Material for the task:
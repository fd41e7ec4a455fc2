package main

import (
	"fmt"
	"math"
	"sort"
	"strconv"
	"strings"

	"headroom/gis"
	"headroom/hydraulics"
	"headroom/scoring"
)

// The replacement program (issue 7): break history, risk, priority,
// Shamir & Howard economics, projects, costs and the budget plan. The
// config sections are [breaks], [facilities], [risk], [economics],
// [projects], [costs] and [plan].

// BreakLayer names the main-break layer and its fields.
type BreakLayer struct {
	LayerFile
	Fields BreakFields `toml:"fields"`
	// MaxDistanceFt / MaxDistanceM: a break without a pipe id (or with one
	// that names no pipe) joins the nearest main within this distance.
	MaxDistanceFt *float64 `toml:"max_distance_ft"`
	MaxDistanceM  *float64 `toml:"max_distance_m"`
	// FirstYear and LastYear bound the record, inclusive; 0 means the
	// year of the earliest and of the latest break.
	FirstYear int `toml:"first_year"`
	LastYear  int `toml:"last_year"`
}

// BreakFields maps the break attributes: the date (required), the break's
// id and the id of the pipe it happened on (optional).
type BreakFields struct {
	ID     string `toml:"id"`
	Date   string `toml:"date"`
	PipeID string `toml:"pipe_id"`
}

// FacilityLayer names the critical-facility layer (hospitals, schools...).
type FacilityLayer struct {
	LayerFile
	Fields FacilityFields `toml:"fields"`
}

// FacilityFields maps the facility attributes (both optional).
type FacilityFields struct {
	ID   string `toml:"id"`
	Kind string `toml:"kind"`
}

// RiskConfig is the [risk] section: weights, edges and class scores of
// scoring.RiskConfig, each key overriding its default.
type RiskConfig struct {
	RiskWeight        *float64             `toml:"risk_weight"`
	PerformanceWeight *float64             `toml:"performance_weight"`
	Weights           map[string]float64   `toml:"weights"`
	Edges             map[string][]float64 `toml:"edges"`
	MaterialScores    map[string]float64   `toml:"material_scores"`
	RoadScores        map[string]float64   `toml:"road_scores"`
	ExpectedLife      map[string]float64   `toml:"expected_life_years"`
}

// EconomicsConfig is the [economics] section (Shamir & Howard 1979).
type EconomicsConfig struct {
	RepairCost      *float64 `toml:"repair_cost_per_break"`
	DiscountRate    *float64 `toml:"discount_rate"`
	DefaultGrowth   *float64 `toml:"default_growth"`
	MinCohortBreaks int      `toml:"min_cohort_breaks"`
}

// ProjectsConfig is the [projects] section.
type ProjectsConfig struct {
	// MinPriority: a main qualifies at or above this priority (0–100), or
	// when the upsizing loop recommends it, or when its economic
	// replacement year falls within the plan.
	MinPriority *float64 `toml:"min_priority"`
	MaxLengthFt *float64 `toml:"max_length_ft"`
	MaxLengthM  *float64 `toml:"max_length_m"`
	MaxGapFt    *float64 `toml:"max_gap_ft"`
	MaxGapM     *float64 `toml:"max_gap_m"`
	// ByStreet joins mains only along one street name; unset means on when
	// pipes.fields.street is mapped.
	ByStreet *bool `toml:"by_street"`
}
---
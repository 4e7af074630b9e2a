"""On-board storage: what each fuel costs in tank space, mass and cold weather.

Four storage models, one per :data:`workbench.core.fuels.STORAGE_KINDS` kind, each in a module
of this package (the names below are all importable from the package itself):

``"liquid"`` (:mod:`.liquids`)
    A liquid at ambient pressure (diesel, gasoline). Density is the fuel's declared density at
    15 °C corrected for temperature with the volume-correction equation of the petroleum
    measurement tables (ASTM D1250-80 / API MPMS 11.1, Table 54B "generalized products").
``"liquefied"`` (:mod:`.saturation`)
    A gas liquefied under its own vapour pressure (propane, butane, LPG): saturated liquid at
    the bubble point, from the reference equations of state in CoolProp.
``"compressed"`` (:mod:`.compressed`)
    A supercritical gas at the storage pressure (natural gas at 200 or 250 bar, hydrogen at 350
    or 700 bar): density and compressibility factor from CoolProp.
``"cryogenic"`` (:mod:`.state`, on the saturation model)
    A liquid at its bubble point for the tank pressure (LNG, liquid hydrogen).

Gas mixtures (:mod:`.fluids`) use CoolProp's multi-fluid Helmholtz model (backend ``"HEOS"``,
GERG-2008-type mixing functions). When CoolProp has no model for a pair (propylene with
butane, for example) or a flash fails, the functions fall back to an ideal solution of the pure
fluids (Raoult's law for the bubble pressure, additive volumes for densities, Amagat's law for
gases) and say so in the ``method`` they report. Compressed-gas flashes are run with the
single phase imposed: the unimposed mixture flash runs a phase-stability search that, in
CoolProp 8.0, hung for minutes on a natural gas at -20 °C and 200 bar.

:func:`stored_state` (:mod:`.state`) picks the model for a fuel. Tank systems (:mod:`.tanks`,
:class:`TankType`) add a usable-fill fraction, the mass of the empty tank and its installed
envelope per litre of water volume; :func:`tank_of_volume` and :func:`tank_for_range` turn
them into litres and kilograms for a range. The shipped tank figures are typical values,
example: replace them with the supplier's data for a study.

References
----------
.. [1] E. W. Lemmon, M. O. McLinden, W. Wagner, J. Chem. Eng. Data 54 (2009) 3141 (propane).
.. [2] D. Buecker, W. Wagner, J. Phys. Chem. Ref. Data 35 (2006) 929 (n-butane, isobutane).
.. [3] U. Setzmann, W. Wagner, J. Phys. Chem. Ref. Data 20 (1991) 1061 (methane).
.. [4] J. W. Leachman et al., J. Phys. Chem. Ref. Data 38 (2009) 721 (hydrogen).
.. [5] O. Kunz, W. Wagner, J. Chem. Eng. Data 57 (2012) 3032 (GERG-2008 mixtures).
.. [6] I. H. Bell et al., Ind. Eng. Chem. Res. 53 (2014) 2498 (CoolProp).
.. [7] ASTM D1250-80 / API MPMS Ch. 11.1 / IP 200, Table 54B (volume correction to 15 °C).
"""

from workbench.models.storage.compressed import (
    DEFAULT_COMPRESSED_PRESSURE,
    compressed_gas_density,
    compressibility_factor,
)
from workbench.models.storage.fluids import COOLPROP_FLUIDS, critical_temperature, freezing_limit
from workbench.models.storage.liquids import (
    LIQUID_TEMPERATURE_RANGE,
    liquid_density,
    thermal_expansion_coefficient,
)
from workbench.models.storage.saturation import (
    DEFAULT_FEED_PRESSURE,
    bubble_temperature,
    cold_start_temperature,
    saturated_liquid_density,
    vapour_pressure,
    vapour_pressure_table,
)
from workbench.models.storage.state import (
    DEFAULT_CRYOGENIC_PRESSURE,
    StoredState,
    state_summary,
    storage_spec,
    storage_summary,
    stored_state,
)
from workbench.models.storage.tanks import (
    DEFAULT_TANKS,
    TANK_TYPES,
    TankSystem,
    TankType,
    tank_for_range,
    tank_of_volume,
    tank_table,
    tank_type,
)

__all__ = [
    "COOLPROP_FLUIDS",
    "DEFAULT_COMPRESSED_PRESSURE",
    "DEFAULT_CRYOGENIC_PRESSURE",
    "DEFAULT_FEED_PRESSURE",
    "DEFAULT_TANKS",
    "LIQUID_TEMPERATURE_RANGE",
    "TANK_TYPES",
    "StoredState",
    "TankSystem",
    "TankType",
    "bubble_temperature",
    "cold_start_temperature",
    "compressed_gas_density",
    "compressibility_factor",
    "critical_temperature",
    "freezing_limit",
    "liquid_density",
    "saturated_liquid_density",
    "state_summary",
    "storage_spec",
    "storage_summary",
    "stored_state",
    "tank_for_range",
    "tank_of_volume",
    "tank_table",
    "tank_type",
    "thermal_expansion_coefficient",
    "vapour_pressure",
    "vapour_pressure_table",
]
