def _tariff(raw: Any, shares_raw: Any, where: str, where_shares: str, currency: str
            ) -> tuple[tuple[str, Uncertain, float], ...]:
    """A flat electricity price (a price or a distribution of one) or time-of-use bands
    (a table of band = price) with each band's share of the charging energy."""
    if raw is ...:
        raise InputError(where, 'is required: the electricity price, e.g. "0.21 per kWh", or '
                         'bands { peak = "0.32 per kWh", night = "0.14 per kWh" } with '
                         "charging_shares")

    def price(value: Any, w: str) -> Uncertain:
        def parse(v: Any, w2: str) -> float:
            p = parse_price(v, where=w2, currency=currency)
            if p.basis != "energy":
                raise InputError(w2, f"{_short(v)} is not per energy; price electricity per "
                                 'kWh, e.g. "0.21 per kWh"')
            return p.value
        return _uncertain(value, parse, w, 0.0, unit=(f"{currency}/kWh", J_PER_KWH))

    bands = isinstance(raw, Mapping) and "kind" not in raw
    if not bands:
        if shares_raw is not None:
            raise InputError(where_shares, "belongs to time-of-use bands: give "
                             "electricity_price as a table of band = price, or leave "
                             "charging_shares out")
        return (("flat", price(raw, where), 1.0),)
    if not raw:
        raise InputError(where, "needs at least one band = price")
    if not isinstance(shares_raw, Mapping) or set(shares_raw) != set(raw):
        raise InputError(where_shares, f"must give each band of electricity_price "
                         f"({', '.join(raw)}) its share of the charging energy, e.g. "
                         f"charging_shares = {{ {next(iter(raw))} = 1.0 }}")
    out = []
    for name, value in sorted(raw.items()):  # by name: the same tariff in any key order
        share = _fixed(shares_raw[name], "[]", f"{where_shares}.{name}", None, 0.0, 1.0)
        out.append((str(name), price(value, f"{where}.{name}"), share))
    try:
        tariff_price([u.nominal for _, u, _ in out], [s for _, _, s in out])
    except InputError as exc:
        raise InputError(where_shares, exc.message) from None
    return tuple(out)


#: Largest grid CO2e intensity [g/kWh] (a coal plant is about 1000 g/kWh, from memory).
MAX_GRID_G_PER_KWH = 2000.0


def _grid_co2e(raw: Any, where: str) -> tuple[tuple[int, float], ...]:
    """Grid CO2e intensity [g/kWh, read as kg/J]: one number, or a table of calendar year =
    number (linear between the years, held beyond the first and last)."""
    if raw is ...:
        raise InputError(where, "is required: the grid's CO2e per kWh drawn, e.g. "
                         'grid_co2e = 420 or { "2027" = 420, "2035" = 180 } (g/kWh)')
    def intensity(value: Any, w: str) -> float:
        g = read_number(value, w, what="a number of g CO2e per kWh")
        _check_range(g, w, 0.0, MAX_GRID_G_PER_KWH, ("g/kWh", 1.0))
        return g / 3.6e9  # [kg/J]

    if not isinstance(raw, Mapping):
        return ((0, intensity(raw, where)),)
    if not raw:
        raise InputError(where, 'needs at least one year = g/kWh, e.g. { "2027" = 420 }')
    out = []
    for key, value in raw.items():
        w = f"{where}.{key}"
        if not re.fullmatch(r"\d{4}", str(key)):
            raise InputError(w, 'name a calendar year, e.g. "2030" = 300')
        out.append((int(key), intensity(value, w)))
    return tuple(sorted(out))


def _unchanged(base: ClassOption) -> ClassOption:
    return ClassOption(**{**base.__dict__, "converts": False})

Task directions: Your task is to restate, word for word, only those lines above that fall between the line holding "from workbench.models.storage.fluids import" and the line holding "from workbench.models.storage.saturation import", inclusive.

Result below:
from workbench.models.storage.fluids import COOLPROP_FLUIDS, critical_temperature, freezing_limit
from workbench.models.storage.liquids import (
    LIQUID_TEMPERATURE_RANGE,
    liquid_density,
    thermal_expansion_coefficient,
)
from workbench.models.storage.saturation import (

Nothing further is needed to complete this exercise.